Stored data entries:

---

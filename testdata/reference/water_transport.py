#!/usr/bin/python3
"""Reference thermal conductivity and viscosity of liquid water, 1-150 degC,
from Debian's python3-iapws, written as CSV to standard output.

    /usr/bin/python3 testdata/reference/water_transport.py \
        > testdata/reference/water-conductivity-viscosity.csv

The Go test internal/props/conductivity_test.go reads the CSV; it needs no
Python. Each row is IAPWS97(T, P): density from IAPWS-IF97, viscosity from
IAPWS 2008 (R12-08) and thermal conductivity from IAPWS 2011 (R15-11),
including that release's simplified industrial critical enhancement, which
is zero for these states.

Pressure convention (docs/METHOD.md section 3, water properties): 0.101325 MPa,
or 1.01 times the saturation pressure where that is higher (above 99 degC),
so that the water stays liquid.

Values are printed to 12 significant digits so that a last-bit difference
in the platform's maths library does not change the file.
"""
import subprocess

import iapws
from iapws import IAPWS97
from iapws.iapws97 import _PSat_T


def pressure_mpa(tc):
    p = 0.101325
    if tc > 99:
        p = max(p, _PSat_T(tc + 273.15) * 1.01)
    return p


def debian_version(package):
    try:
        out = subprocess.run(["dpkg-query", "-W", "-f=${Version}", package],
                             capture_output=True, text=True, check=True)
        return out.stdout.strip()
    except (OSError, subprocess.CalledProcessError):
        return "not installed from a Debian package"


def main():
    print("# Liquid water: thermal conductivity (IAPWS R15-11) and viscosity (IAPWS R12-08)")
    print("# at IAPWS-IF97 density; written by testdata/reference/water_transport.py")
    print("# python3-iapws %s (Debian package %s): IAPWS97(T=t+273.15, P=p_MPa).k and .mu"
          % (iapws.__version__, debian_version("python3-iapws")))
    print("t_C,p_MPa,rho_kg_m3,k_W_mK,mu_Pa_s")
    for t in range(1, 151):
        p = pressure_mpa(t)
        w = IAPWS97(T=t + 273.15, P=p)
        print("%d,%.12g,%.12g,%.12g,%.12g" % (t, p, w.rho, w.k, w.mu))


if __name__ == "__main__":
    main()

---

Work item →
Your answer must consist solely of the lines above between the line holding "including that release's" and the line holding "from iapws import IAPWS97", inclusive, copied exactly.

Exercise result →
including that release's simplified industrial critical enhancement, which
is zero for these states.

Pressure convention (docs/METHOD.md section 3, water properties): 0.101325 MPa,
or 1.01 times the saturation pressure where that is higher (above 99 degC),
so that the water stays liquid.

Values are printed to 12 significant digits so that a last-bit difference
in the platform's maths library does not change the file.
"""
import subprocess

import iapws
from iapws import IAPWS97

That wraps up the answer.